To correct the syntax errors that are encountered while configuring the SharePoint crawler surface, open the jfscrawl log file from the CA SDM directory:
```
$NX_ROOT\logs directory
```

If you locate any syntax errors, correct the XML file and restart the Federated Search Tomcat. The log is located in the CA SDM directory:

$NX_ROOT\logs\jfscrawl.log

For example, if a <meta_data> tag is accidentally corrupted, then the log indicates the following error:

08/06 15:43:52.624 [pool-2-thread-1] ERROR FSCrawlApplicationListener 302 XmlException::Problem loading config_file::C:\PROGRA~2\CA\SERVIC~1\bopcfg\www\CATALINA_BASE_FS\webapps\fscrawl\WEB-INF\crawler_surface_config.xml:274:8: error: </meta_dataxxxxx> does not close tag <meta_data>

08/06 15:43:52.625 [pool-2-thread-1] ERROR FSCrawlApplicationListener 144 crawler_surface_config.xml could not be loaded, cannot read.

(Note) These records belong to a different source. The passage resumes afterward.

/**
 * Evaluates one point: background to the end of inflation, the pivot N_* e-folds before it
 * (fixed or from reheating), and the observables by slow roll or the exact mode equations.
 * Holds its integrators and buffers, so one instance serves any number of points; it is pure
 * (same input, same output) and never throws for a bad model: problems are outcomes.
 */
export class PointEvaluator {
  private readonly background = new BackgroundSolver();
  /** A second path through the same potential, for the attractor check; it stores nothing. */
  private readonly probe = new BackgroundSolver();
  private readonly modes: ModeSolver;
  private readonly pivot = new Float64Array(2);
  private readonly budget: BudgetMeter;
  private lastBackground: { potential: PotentialFunctions; phiInit: number; tolerance: number; solution: BackgroundSolution | Failure } | null = null;

  /** `engine` sets the per-point budgets (defaults `DEFAULT_POINT_BUDGET`) and the clock for the wall-time one. */
  constructor(modeOptions: Partial<ModeOptions> = {}, engine: EngineOptions = {}) {
    this.budget = new BudgetMeter(engine);
    this.modes = new ModeSolver({ ...DEFAULT_MODE_OPTIONS, ...modeOptions });
  }

  evaluate(spec: PointSpec): PointOutcome {
    const invalid = validateSpec(spec);
    if (invalid) return invalid;
    const options = backgroundOptionsFor(spec.tolerance);
    this.budget.start();
    const bg = this.backgroundFor(spec.potential, spec.phiInit, options);
    if (bg.status !== 'ok') return bg;
    this.budget.spent += bg.evaluations;
    const modes = spec.modes ? new ModeSolver({ ...DEFAULT_MODE_OPTIONS, ...spec.modes }) : this.modes;

    let nStar = spec.nStar ?? 55;
    let result = this.observe(spec, bg, nStar, modes);
    if (spec.reheating) {
      // N_* depends on V_* and V_end of the normalised potential, which depend on N_*: iterate.
      for (let iter = 0; iter < 30 && result.status === 'ok'; iter++) {
        const next = this.nStarFor(spec.reheating, spec.potential, result, bg);
        if (typeof next !== 'number') return next;
        if (Math.abs(next - nStar) < 1e-7) break;
        nStar = next;
        result = this.observe(spec, bg, nStar, modes);
      }
    }
    return result;
  }

  /**
   * The background from φ_init, shared with the previous point when it had the same potential
   * (the same bound object), start and tolerance: N_* and the reheating history only move the
   * pivot along it. The solution lives in the solver's table until the next solve, and every
   * solve goes through here, so the remembered one is always the table's. Its evaluations count
   * for every point that uses it, so the numbers and budgets are those of a point computed alone.
   */
  private backgroundFor(potential: PotentialFunctions, phiInit: number, options: BackgroundOptions): BackgroundSolution | Failure {
    const last = this.lastBackground;
    if (last && last.potential === potential && last.phiInit === phiInit && last.tolerance === options.tolerance) return last.solution;
    let bg = this.background.solve(potential, phiInit, options, this.budget);
    // Inflation that pauses (ε_H = 1 on a steep stretch) and resumes ends at its last end.
    for (let pauses = 1; bg.status === 'ok' && pauses <= MAX_PAUSES && this.background.resumesAfterEnd(bg, this.budget); pauses++) {
      this.budget.spent += bg.evaluations;
      bg = this.background.solve(potential, phiInit, options, this.budget, pauses);
    }
    // A budget failure depends on what the point had spent; it is not shared.
    this.lastBackground = bg.status === 'budget_exceeded' ? null : { potential, phiInit, tolerance: options.tolerance, solution: bg };
    return bg;
  }

  private nStarFor(reh: Reheating, potential: PotentialFunctions, point: PointResult, bg: BackgroundSolution): number | Failure {
    const lambda = point.amplitudeScale;
    const hubbleStar = point.hubbleGeV / REDUCED_PLANCK_MASS_GEV;
    const rhoEnd = 1.5 * lambda * potential.V(bg.phiEnd);
    const { rho } = reheatingDensity(reh);
    if (rho > rhoEnd * REDUCED_PLANCK_MASS_GEV ** 4 * (1 + 1e-12)) {
      const end14 = (rhoEnd ** 0.25) * REDUCED_PLANCK_MASS_GEV;
      return failure('invalid_input', `the reheating energy ρ_reh^1/4 = ${fmt(rho ** 0.25)} GeV is above the energy at the end of inflation, ${fmt(end14)} GeV`);
    }
    return nStarFromReheating(reh, hubbleStar, rhoEnd);
  }

  /**
   * Too few e-folds from the start. When slow roll from φ_init would give enough, the field lost
   * them by moving faster than slow roll (it arrived with too much speed: an overshoot), and
   * starting further up only adds speed.
   */
  private tooFewEfolds(spec: PointSpec, bg: BackgroundSolution, nStar: number): Failure {
    const expected = slowRollEfolds(spec.potential, spec.phiInit, bg.phiEnd);
    if (expected >= nStar) {
      return failure(
        'insufficient_efolds',
        `only ${fmt(bg.nEnd)} e-folds of inflation from φ_init = ${fmt(spec.phiInit)} to the end, fewer than N_* = ${fmt(nStar)}, where slow roll would give ${fmt(expected)}: the field arrives too fast and rushes through the flat stretch. Start lower, nearer the region where it slow-rolls (or, for a built-in family, leave φ_init out and let the engine choose)`,
        { nTotal: bg.nEnd },
      );
    }
    return failure('insufficient_efolds', `only ${fmt(bg.nEnd)} e-folds of inflation from φ_init = ${fmt(spec.phiInit)} to the end, fewer than N_* = ${fmt(nStar)}; start further up the potential`, { nTotal: bg.nEnd });
  }

  /**
   * Is the field on its attractor at the pivot? Every start sits at the slow-roll velocity
   * π = −V'/V, which is near but not on the attractor; the difference decays like e^{−3ΔN} in
   * slow roll and not at all in ultra-slow roll. So a second path starts with its velocity 10 %
   * higher and we compare dφ/dN where both pass φ_*: the pivot has forgotten the start when
   * that difference is below 1e-3 of the one at the start (S < 1e-3). Checked for pivots within
   * 12 e-folds of the start (past that, slow roll has damped it by e^{−36}), and for any pivot
   * where the field moves at more than 1.5 times its slow-roll speed −V'/V (ultra-slow roll
   * after an overshoot, which does not forget its start).
   */
  private forgetsStart(spec: PointSpec, nPivot: number, phiStar: number, piStar: number): Failure | null {
    const { potential, phiInit } = spec;
    const slowRollSpeed = Math.abs(potential.dV(phiStar) / potential.V(phiStar));
    if (nPivot >= ATTRACTOR_CHECK_EFOLDS && Math.abs(piStar) <= 1.5 * slowRollSpeed) return null;
    const pi0 = -potential.dV(phiInit) / potential.V(phiInit);
    const kicked = this.probe.velocityAtField(potential, phiInit, pi0 * (1 + START_KICK), phiStar, this.budget);
    if (typeof kicked !== 'number') return kicked;
    const memory = Math.abs(kicked - piStar) / Math.abs(piStar) / START_KICK;
    if (memory < ATTRACTOR_MEMORY) return null;
    // Slow roll damps the memory by e^{−3} per e-fold; past the remaining factor the pivot would have forgotten.
    const needed = Number.isFinite(memory) ? nPivot + Math.log(memory / ATTRACTOR_MEMORY) / 3 : NaN;
    const need = Number.isFinite(needed) ? `about ${fmt(Math.ceil(needed))} e-folds of history before the pivot are needed` : 'more history before the pivot is needed';
    return failure(
      'pivot_too_early',
      `the pivot lies only ${fmt(nPivot)} e-folds after the start, and the field there still remembers how it started (a 10 % different starting speed changes dφ/dN at φ_* by ${Number.isFinite(memory) ? `${fmt(memory * START_KICK * 100)} %` : 'more than the field can show'}): it is not yet on its attractor. ${need}, ${fmt(nPivot)} available; start further up the potential`,
      { nTotal: nPivot, phi: phiStar },
    );
  }

  private observe(spec: PointSpec, bg: BackgroundSolution, nStar: number, modes: ModeSolver): PointOutcome {
    if (bg.nEnd < nStar) {
      const settles = this.background.settlesAfterEnd(bg, this.budget);
      if (settles) return settles;
      return this.tooFewEfolds(spec, bg, nStar);
    }
    const nPivot = bg.nEnd - nStar;
    this.background.stateAt(nPivot, this.pivot);
    const phiStar = this.pivot[0];
    const piStar = this.pivot[1];
    const potential = spec.potential;
    const sr = potentialSlowRoll(potential, phiStar);
    const flow = hubbleFlow(potential, phiStar, piStar);
    const second = secondOrderSlowRoll(flow);
    if (spec.method === 'slowroll') {
      const outside = slowRollOutsideRegime(sr, second);
      if (outside) return failure('slow_roll_invalid', `slow roll does not hold at the pivot (φ_* = ${fmt(phiStar)}): ${outside}; use the exact method`, { nTotal: bg.nEnd, phi: phiStar });
    }
    const early = this.forgetsStart(spec, nPivot, phiStar, piStar);
    if (early) return early;
    let { ns, r, alphaS, As } = sr;
    let nt = sr.nt;
    let spectrum: PointResult['spectrum'];
    if (spec.method === 'exact') {
      const exact = modes.solve(potential, bg, nPivot, { phi: phiStar, pi: piStar }, spec.spectrum ? SPECTRUM_LNK : undefined, this.budget);
      if ('status' in exact) return exact;
      if (exact.featureResidual > FEATURE_RESIDUAL) {
        return failure(
          'spectrum_feature',
          `the spectrum is not a power law at the pivot: across ln(k/k_*) = ±${fmt(2 * modes.stencil)} P_R departs from a power law with running by up to ${fmt(exact.featureResidual * 100)} % (a step or oscillation there), so n_s and α_s from the stencil would describe the feature, not a tilt; r = ${fmt(exact.r)} at k_* itself`,
          { nTotal: bg.nEnd, phi: phiStar, observables: { ns: exact.ns, r: exact.r, alphaS: exact.alphaS, As: exact.As } },
        );
      }
      ({ ns, r, alphaS, As } = exact);
      nt = -r / 8;
      if (exact.spectrum) {
        spectrum = { ...exact.spectrum, kPerMpc: exact.spectrum.lnK.map((l) => PIVOT_K_PER_MPC * Math.exp(l)) };
      }
    }
    if (!(As > 0) || !Number.isFinite(ns)) {
      return failure('integration_failed', `the observables at the pivot are not finite (A_s = ${fmt(As)}, n_s = ${fmt(ns)})`, { nTotal: bg.nEnd });
    }
    const amplitudeScale = TARGET_AS / As;
    const vStar = potential.V(phiStar) * amplitudeScale;
    const hubble = Math.sqrt(flow.hubble2 * amplitudeScale);
    const result: PointResult = {
      status: 'ok',
      message: '',
      method: spec.method,
      ns,
      r,
      alphaS,
      nt,
      As,
      amplitudeScale,
      nTotal: bg.nEnd,
      nStar,
      phiStar,
      phiEnd: bg.phiEnd,
      deltaPhi: Math.abs(phiStar - bg.phiEnd),
      energyScaleGeV: vStar ** 0.25 * REDUCED_PLANCK_MASS_GEV,
      hubbleGeV: hubble * REDUCED_PLANCK_MASS_GEV,
      epsilonV: sr.epsilonV,
      etaV: sr.etaV,
      xi2V: sr.xi2V,
      secondOrder: second,
      // Everything the point spent: background, attractor check, modes, reheating iterations.
      evaluations: this.budget.spent,
    };
    if (spec.trajectory) result.trajectory = trajectoryOf(bg);
    if (spectrum) result.spectrum = spectrum;
    return result;
  }
}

If there are no syntax errors, the following message is displayed:

08/06 15:46:27.924 [pool-2-thread-1] INFO FSCrawlApplicationListener 58 fscrawl context had been loaded successfully.

Correct any other errors that do not show up until you try to access CA SDM.
For example, an unknown attribute xxxxx is requested to be exposed for Incidents in the <additional_attributes_to_index> element of crawler_surface_config.xml. The Crawler Surface application does not detect the error. But, when the Crawler Surface sends the request to the Object Manager, the error is detected and reported in the stdlog.x file as follows:
```
08/06 15:51:23.92 SDMSERVER domsrvr 10860 ERROR domset.c 8049 Unknown attribute "xxxxx" requested from domset MLIST_STATIC of factory
```
Use the bop_sinfo -d command to resolve the error.
Modify the crawler_surface_config.xml file.
Restart the Federated Search Tomcat.
The Crawler Surface objects are configured without any errors.